Han, Yingnan, Liu, Tong, Wang, Jinhua, Wang, Jun, Zhang, Cheng, Zhu, Lusheng
Pesticide biochemistry and physiology 2016 v.133 pp. 13-19
DNA damage, Danio rerio, azoxystrobin, catalase, females, genotoxicity, glutathione transferase, lipid peroxidation, liver, males, nontarget organisms, oxidative stress, reactive oxygen species, superoxide dismutase
Azoxystrobin is a frequently used fungicide in agriculture. Its toxicological effects on non-target organisms have aroused attention. In the present work, the toxic effects of azoxystrobin on zebrafish (Danio rerio) were investigated. Male and female zebrafish were separately exposed to a control solution and three azoxystrobin treatments (1, 10, and 100μg/L) and were sampled on days 7, 14, 21, and 28. Reactive oxygen species (ROS) were accumulated in excess in the zebrafish livers.
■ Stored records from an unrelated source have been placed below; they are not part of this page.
def _frequency_plan(record: RunRecord) -> dict[str, Any] | None:
    """A converter run's frequency plan: the [conversion] settings and RF/LO/IF/image per point."""
    points = [p for p in record.points if p.conversion is not None]
    if not points:
        return None
    section = (record.info.plan or {}).get("conversion") or {}
    lo = section.get("lo") or {}
    c0 = points[0].conversion
    assert c0 is not None
    sidebands = sorted({p.conversion.sideband for p in points if p.conversion is not None})
    facts = [
        ("Sweep mode", str(section.get("mode", "-"))),
        ("Sideband", ", ".join(sidebands) + " (RF above the LO)" * (sidebands == ["upper"])),
        ("NF type in nf_db", c0.nf_type.upper() + " (the other figure is in the table)"),
        ("Image rejection", _rejection_text(section.get("image_rejection_db"))),
    ]
    if section.get("u_image_rejection_db"):
        facts.append(("u(image rejection)", f"{section['u_image_rejection_db']:g} dB"))
    if lo:
        level = lo.get("level_dbm")
        facts.append(
            (
                "LO",
                f"{lo.get('source', 'generator')}"
                + (f", {level:g} dBm" if _is_number(level) else "")
                + (f", settling {lo['settle_time_s']:g} s" if lo.get("settle_time_s") else ""),
            )
        )
    freqs = [
        f
        for p in points
        if p.conversion is not None
        for f in (p.conversion.rf_hz, p.conversion.lo_hz, p.conversion.if_hz, p.conversion.image_hz)
    ]
    fc = FrequencyColumn.of(freqs)

    def conv(p: Any) -> Any:
        return p.conversion

    columns = [
        Column(f"RF ({fc.unit})", lambda p: fc.cell(conv(p).rf_hz), "the converter's input"),
        Column(f"LO ({fc.unit})", lambda p: fc.cell(conv(p).lo_hz)),
        Column(f"IF ({fc.unit})", lambda p: fc.cell(conv(p).if_hz), "where the analyzer reads"),
        Column(f"Image ({fc.unit})", lambda p: fc.cell(conv(p).image_hz), "2 LO - RF"),
        Column("Sideband", lambda p: conv(p).sideband, text=True),
        Column(
            "Image rej. (dB)",
            lambda p: (
                _num(conv(p).image_rejection_db, 1)
                if conv(p).image_rejection_db is not None
                else "none"
            ),
            "signal response over image response; none: no image response",
        ),
        Column("NF SSB (dB)", lambda p: _num(conv(p).nf_ssb_db), "signal band only"),
        Column("NF DSB (dB)", lambda p: _num(conv(p).nf_dsb_db), "both bands as signal"),
        Column(
            "SSB - DSB (dB)",
            lambda p: _num(conv(p).image_correction_db),
            "image correction 10 log10(1 + G_image/G_signal)",
        ),
    ]
    if any(p.conversion.gain_source for p in points if p.conversion is not None):
        columns += [
            Column(
                "Gain source",
                lambda p: conv(p).gain_source or "-",
                "measured: generator at the RF, analyzer at the IF; file/constant: stated",
                text=True,
            ),
            Column(
                "Measured gain (dB)",
                lambda p: (
                    _num(conv(p).measured_gain_db) if conv(p).measured_gain_db is not None else "-"
                ),
                "between the THROUGH planes (input cable and converter)",
            ),
            Column(
                "u (dB)",
                lambda p: (
                    _num(conv(p).u_measured_gain_db)
                    if conv(p).u_measured_gain_db is not None
                    else "-"
                ),
                "standard uncertainty of the measured conversion gain",
            ),
        ]
    return {"facts": _kv(facts), "table": _grid(columns, [(p,) for p in points])}


def _rejection_text(value: Any) -> str:
    if _is_number(value):
        return f"{value:g} dB"
    if value == "none":
        return "none (no image response)"
    if value == "equal":
        return "equal responses (0 dB)"
    return f"table {value}" if value else "-"


def _sections(record: RunRecord, images: Mapping[str, bytes]) -> list[tuple[str, str]]:
    """``(anchor, title)`` of the sections this record has, in order."""
    info = record.info
    present = [
        ("summary", "Summary", True),
        ("figures", "Figures", bool(images)),
        ("points", "Points", True),
        ("frequency-plan", "Frequency plan", any(p.conversion for p in record.points)),
        ("verdict", "Limits and verdict", bool(record.verdict)),
        ("budget", "Uncertainty budget", bool(_budget_list(record))),
        ("calibration", "Calibration", bool(info.calibration or record.calibrations)),
        (
            "gain",
            "Gain measurement",
            isinstance(info.notes.get("gain_measurement"), Mapping)
            or isinstance(info.notes.get("conversion_gain_measurement"), Mapping),
        ),
        ("settings", "Settings", bool(info.applied_settings)),
        (
            "notes",
            "Notes",
            bool(_skipped(record)) or any(k not in NOTES_SHOWN_ELSEWHERE for k in info.notes),
        ),
        ("plan", "Plan", bool(info.plan)),
        ("safety", "Bench safety", True),
    ]
    return [(anchor, title) for anchor, title, shown in present if shown]


def report_context(record: RunRecord, images: Mapping[str, bytes]) -> dict[str, Any]:
    """Everything ``report.html`` shows, as plain values and nodes (no HTML)."""
    info = record.info
    return {
        "title": f"Noise-figure report: {info.dut_id or info.run_id}",
        "colours": {key: colour for key, (colour, _marker) in VERDICT_STYLE.items()},
        "header": _header(record),
        "howto": _how_to_read(record),
        "contents": _sections(record, images),
        "summary": _summary(record),
        "figures": _figures(images),
        "points": _points(record),
        "frequency_plan": _frequency_plan(record),
        "verdict": _verdict_section(record),
        "budget": _budgets(record),
        "calibration": _calibration(record),
        "gain": _gain_measurement(record),
        "settings": _settings(record),
        "notes": _notes(record),
        "plan_json": json.dumps(info.plan, indent=2, default=str) if info.plan else "",
        "cautions": list(SAFETY_NOTE),
        "version": info.versions.get("noisebench", ""),
        "generated": _when(datetime.now().astimezone()),
    }


def render_report(record: RunRecord, images: Mapping[str, bytes] | None = None) -> str:
    """The report as one HTML string; ``images`` maps figure file names to PNG bytes."""
    if not isinstance(record, RunRecord):
        raise InputError(
            "record",
            f"must be a RunRecord (got {type(record).__name__})",
            fix="load it with noisebench.results.store.load_run",
        )
    template = environment().get_template("report.html")
    return template.render(report_context(record, images or {}))


def _load_images(plots: Sequence[Path | str] | None, record: RunRecord) -> dict[str, bytes]:
    if plots is None:
        try:
            from noisebench.results.plots import render_figures

            return render_figures(record)
        except InputError as exc:  # matplotlib missing: a report without figures
            logger.warning("report without figures: %s", exc)
            return {}
    images = {}
    for item in plots:
        path = Path(item)
        try:
            data = path.read_bytes()
        except OSError as exc:
            raise InputError(
                "plots",
                f"cannot read {path}: {exc.strerror or exc}",
                fix="pass PNG files written by plot_run",
            ) from exc
        if not data.startswith(b"\x89PNG\r\n\x1a\n"):
            raise InputError("plots", f"{path} is not a PNG file", fix="pass PNG files")
        images[path.name] = data
    return images


def existing_figures(folder: Path) -> list[Path]:
    """The figures already in ``<folder>/plots`` that are not older than the run's data (the
    journal and ``results.json``), in report order: what ``render --no-plots`` embeds."""
    from noisebench.results.store import JOURNAL_FILE, PLOTS_DIR, RESULTS_JSON_FILE

    folder = Path(folder)
    data = [folder / JOURNAL_FILE, folder / RESULTS_JSON_FILE]
    newest_data = max((p.stat().st_mtime for p in data if p.is_file()), default=0.0)
    found = []
    for name in FIGURE_CAPTIONS:
        png = folder / PLOTS_DIR / name
        if png.is_file() and png.stat().st_mtime >= newest_data:
            found.append(png)
        elif png.is_file():
            logger.warning("%s is older than the run's data: left out of the report", png)
    return found


def write_report(record: RunRecord, path: Path, plots: Sequence[Path] | None = None) -> Path:
    """Write the self-contained HTML report; returns its path.

    ``path`` is the HTML file (a folder gets ``report.html`` inside). ``plots`` are PNG files
    to embed (e.g. from :func:`noisebench.results.plots.plot_run`); ``None`` renders the figures in
    memory, ``[]`` leaves them out (and never imports matplotlib).
    """
    path = Path(path)
    if path.is_dir():
        path = path / REPORT_FILE
    text = render_report(record, _load_images(plots, record))
    try:
        path.parent.mkdir(parents=True, exist_ok=True)
        write_atomic(path, text)
    except OSError as exc:
        raise InputError(
            "path",
            f"cannot write {path}: {exc.strerror or exc}",
            fix="choose a writable location for the report",
        ) from exc
    logger.info("report written to %s (%d kB)", path, len(text) // 1024)
    return path


def render_run(folder: Path) -> Path:
    """Figures and report of a saved run folder (finished or not); returns the report's path.

    :func:`~noisebench.results.store.load_run`, then :func:`~noisebench.results.plots.plot_run`
    (skipped
    with a warning without matplotlib), then :func:`write_report` to
    ``<folder>/report.html``. (``noisebench render FOLDER`` does the same through
    :func:`noisebench.running.sequencer.write_outputs`.)
    """
    from noisebench.results.plots import plot_run
    from noisebench.results.store import load_run

    folder = Path(folder)
    record = load_run(folder)
    try:
        plots = plot_run(record, folder)
    except InputError as exc:
        if exc.field != "plots":
            raise
        logger.warning("report without figures: %s", exc)
        plots = []
    return write_report(record, folder / REPORT_FILE, plots=plots)


__all__ = [
    "SAFETY_NOTE",
    "environment",
    "existing_figures",
    "label",
    "render_report",
    "report_context",
    "render_run",
    "render_value",
    "value_node",
    "verdict_html",
    "verdict_tag",
    "write_report",
]
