import { historyPointOf, type HistoryPoint, type SessionInfo, type WireFrame } from '../../../src/protocol/messages.js';
import type { SessionEvent } from '../../../src/session/session.js';
import { ChartHistory } from './chart-history.js';

/** What changed since subscribers last heard from the store. */
export interface StoreChange {
  frame: boolean;
  /** The contents were replaced (new session, late join, replay position): rebuild everything. */
  reset: boolean;
  session: boolean;
  events: boolean;
}

export type StoreListener = (change: StoreChange, store: FrameStore) => void;

const NOTHING: StoreChange = { frame: false, reset: false, session: false, events: false };
export const EVERYTHING: StoreChange = { frame: true, reset: true, session: true, events: true };

/** Newest events kept for the timeline. */
const MAX_EVENTS = 500;

/**
 * The one place a dashboard's data lives: session info, the latest frame, the chart history and
 * the event list. Live messages and replay positions write into it; panels subscribe. However
 * many frames arrive, subscribers are told at most once per animation frame.
 */
export class FrameStore {
  session: SessionInfo | null = null;
  latest: WireFrame | null = null;
  events: SessionEvent[] = [];
  readonly history: ChartHistory;
  /** Frames received since the store was created (live) or position in the log (replay). */
  frameCount = 0;

  private readonly listeners = new Set<StoreListener>();
  private pending: StoreChange = { ...NOTHING };
  private scheduled = false;

  constructor(historyCapacity?: number) {
    this.history = new ChartHistory(historyCapacity);
  }

  /** Replace everything at once (hello, replay position). */
  reset(
    session: SessionInfo | null,
    history: readonly HistoryPoint[],
    events: readonly SessionEvent[],
    latest: WireFrame | null = null,
  ): void {
    this.session = session;
    this.history.load(history);
    this.events = events.slice(-MAX_EVENTS);
    this.latest = latest;
    this.mark(EVERYTHING);
  }

  pushFrame(frame: WireFrame): void {
    // Time going backwards means the run was reset or replaced: its old history no longer applies.
    const restarted = this.latest !== null && frame.tau < this.latest.tau;
    if (restarted) this.history.clear();
    this.latest = frame;
    this.frameCount++;
    this.history.push(historyPointOf(frame));
    this.mark({ ...NOTHING, frame: true, reset: restarted });
  }

  pushEvent(event: SessionEvent): void {
    if (this.events.some((e) => e.seq === event.seq && e.tau === event.tau && e.message === event.message)) return;
    this.events.push(event);
    if (this.events.length > MAX_EVENTS) this.events.splice(0, this.events.length - MAX_EVENTS);
    this.mark({ ...NOTHING, events: true });
  }

  setSession(session: SessionInfo): void {
    this.session = session;
    this.mark({ ...NOTHING, session: true });
  }

  subscribe(listener: StoreListener): () => void {
    this.listeners.add(listener);
    return () => this.listeners.delete(listener);
  }

  private mark(change: StoreChange): void {
    const p = this.pending;
    this.pending = {
      frame: p.frame || change.frame,
      reset: p.reset || change.reset,
      session: p.session || change.session,
      events: p.events || change.events,
    };
    if (this.scheduled) return;
    this.scheduled = true;
    requestAnimationFrame(() => this.flush());
  }

  private flush(): void {
    this.scheduled = false;
    const change = this.pending;
    this.pending = { ...NOTHING };
    for (const listener of [...this.listeners]) listener(change, this);
  }
}
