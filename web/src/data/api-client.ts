import { apiUrl } from './page-address.js';

/**
 * The dashboard's one way to the server's JSON API: URLs relative to the page, so
 * the dashboard also works behind a path prefix; the operator token as a bearer header on the
 * requests that change something; and a refusal turned into an ApiError that carries the
 * server's own message (it names the bad field), which the panels show as it is.
 */

/** An error answer from the API, or an answer that is not JSON where JSON was due. */
export class ApiError extends Error {
  override name = 'ApiError';

  constructor(
    message: string,
    /** The HTTP status of the answer. */
    readonly status: number,
  ) {
    super(message);
  }
}

/** GET a JSON endpoint; `signal` abandons it (a newer question made the answer useless). */
export async function getJson<T>(path: string, signal?: AbortSignal): Promise<T> {
  const response = await fetch(apiUrl(path), { signal });
  const body = await answerOf<T>(response, path);
  if (body === null) throw new ApiError(`${path} did not answer with JSON`, response.status);
  return body;
}

/** POST as the operator, with a JSON body when there is one; an accepted request without an answer gives {}. */
export async function postJson(path: string, token: string, body?: unknown): Promise<Record<string, unknown>> {
  const response = await fetch(apiUrl(path), {
    method: 'POST',
    headers: { Authorization: `Bearer ${token}`, ...(body !== undefined ? { 'Content-Type': 'application/json' } : {}) },
    body: body !== undefined ? JSON.stringify(body) : undefined,
  });
  return (await answerOf<Record<string, unknown>>(response, path)) ?? {};
}

/** The answer's JSON (null when it has none); an error status throws with the server's message, or names the status when it gave none. */
async function answerOf<T>(response: Response, path: string): Promise<T | null> {
  const body = (await response.json().catch(() => null)) as (T & { error?: string }) | null;
  if (!response.ok) throw new ApiError(body?.error ?? `HTTP ${response.status} from ${path}`, response.status);
  return body;
}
Superoxide dismutase (SOD) activity was significantly inhibited in the male zebrafish. Moreover, a notable decrease was also observed after day 21 in the female zebrafish. Catalase (CAT) activity was induced by the azoxystrobin treatments with the exception of the 1μg/L treatment. A significant increase in glutathione-S-transferase (GST) activity was observed after day 21. Lipid peroxidation (LPO) was generated, and DNA damage was enhanced in a concentration-dependent manner. In conclusion, azoxystrobin induced oxidative stress and genotoxicity in zebrafish livers.